# [Your assignment]
Search the entries below. Return every line that has "finds" in it.
Top of Records
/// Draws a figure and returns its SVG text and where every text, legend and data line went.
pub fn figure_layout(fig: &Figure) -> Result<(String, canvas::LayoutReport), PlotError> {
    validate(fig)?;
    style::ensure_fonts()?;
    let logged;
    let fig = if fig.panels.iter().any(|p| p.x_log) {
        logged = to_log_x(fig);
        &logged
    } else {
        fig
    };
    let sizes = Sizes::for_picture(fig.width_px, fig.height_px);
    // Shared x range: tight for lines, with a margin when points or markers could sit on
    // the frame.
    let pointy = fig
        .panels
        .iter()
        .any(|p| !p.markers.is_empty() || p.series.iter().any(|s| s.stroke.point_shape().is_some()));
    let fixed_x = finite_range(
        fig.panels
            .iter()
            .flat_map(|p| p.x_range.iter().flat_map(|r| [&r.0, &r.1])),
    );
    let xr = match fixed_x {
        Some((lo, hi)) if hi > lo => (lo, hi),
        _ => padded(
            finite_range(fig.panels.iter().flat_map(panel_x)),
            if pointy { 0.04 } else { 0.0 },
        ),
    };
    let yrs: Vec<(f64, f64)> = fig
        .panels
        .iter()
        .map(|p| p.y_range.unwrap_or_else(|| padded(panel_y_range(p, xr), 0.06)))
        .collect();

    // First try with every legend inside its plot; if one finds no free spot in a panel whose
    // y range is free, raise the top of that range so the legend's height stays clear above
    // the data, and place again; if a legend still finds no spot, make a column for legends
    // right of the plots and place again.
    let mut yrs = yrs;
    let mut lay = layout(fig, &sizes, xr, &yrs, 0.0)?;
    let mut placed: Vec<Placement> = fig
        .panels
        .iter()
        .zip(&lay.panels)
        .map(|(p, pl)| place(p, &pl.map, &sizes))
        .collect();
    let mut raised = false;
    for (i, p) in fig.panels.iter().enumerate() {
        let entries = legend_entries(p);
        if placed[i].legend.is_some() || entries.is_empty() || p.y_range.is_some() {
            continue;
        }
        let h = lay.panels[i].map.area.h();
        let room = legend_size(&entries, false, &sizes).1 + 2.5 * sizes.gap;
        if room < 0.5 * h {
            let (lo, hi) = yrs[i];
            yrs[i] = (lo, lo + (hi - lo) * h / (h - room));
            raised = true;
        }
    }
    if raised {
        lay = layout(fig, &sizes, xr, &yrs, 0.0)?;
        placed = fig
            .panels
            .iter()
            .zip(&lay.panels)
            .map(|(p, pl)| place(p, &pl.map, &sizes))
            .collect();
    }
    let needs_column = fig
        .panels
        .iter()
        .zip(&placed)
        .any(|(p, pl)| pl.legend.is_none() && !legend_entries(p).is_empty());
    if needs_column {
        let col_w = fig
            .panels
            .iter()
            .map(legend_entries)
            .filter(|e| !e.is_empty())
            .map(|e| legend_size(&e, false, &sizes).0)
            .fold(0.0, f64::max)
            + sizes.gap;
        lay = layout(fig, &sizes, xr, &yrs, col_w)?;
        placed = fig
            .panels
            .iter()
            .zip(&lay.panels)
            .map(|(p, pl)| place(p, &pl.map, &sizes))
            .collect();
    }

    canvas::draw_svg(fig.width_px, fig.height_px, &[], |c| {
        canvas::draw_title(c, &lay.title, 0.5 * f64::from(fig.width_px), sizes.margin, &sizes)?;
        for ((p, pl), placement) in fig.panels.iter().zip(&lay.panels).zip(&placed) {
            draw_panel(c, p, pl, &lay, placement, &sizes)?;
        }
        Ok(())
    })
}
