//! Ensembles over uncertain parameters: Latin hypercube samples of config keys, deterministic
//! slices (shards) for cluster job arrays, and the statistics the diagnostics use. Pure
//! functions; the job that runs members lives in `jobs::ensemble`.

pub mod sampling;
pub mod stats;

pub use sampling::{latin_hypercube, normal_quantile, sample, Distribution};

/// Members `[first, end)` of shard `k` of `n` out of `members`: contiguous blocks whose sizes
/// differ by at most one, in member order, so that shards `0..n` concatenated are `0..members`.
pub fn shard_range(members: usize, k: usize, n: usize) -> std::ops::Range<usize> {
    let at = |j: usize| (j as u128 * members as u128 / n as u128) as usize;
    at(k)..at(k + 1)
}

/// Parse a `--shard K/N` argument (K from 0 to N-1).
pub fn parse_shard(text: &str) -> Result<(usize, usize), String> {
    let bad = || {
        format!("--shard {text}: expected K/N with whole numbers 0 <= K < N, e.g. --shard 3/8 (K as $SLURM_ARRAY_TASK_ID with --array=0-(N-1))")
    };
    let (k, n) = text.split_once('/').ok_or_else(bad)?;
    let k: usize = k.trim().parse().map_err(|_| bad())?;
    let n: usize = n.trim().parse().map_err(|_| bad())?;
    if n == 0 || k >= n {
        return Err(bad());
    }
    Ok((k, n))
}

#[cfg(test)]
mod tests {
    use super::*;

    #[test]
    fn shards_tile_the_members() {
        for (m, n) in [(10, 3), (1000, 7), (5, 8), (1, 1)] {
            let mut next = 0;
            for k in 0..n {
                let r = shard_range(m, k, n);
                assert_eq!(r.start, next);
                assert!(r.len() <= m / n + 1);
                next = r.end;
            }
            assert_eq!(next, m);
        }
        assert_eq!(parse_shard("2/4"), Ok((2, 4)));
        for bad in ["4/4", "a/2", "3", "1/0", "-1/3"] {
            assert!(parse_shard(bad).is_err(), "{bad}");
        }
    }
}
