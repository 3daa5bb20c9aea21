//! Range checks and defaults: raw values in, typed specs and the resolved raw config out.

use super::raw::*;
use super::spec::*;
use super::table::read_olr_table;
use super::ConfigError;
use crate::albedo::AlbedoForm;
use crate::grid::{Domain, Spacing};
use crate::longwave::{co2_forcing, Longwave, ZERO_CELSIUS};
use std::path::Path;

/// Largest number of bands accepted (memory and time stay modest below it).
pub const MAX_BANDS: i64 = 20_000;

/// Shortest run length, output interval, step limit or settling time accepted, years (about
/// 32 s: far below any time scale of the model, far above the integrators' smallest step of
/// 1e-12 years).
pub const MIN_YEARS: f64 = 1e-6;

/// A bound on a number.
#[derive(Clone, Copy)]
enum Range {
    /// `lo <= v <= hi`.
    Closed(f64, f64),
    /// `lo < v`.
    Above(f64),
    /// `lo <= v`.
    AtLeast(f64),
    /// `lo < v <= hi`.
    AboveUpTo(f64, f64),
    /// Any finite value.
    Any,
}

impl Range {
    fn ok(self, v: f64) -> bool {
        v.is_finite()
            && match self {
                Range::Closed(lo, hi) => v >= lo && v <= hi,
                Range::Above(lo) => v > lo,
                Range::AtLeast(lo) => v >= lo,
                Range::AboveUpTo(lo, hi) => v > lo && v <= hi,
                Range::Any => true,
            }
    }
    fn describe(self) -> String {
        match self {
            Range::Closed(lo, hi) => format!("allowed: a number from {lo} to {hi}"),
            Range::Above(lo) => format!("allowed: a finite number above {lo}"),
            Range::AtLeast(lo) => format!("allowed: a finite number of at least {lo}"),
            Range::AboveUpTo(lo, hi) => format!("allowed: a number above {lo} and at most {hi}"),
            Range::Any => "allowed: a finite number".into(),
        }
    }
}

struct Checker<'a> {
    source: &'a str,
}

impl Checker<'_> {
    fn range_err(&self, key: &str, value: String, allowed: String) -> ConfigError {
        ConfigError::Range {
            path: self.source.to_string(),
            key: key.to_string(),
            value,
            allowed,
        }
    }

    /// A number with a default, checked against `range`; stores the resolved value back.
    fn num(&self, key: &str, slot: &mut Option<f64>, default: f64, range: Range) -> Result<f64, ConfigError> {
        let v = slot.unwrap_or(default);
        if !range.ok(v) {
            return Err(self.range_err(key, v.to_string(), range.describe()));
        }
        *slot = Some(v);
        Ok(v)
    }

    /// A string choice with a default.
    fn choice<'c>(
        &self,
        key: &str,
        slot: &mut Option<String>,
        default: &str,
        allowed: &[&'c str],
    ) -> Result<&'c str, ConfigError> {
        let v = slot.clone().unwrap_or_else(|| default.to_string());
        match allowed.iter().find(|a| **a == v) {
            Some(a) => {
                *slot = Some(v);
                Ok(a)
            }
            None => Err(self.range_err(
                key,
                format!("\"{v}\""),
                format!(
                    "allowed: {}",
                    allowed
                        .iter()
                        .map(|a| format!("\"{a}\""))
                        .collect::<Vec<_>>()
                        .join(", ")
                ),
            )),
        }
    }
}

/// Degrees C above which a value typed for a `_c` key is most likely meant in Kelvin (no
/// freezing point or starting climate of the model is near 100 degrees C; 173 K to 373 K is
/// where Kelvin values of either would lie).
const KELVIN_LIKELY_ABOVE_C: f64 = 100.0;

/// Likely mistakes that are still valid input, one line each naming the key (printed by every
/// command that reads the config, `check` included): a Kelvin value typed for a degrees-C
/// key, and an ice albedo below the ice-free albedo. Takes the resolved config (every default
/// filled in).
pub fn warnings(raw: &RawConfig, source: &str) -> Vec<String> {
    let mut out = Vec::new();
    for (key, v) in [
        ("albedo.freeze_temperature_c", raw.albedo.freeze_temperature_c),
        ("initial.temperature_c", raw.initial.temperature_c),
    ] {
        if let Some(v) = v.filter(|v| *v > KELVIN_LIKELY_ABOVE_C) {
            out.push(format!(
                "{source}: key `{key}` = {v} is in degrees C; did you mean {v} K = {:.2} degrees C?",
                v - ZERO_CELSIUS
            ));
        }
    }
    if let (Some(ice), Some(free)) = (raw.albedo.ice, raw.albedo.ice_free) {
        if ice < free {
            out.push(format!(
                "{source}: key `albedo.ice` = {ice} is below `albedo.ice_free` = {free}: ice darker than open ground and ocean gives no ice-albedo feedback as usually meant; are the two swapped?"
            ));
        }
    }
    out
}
Bottom of Records
# [Response below]
    // First try with every legend inside its plot; if one finds no free spot in a panel whose
    // the data, and place again; if a legend still finds no spot, make a column for legends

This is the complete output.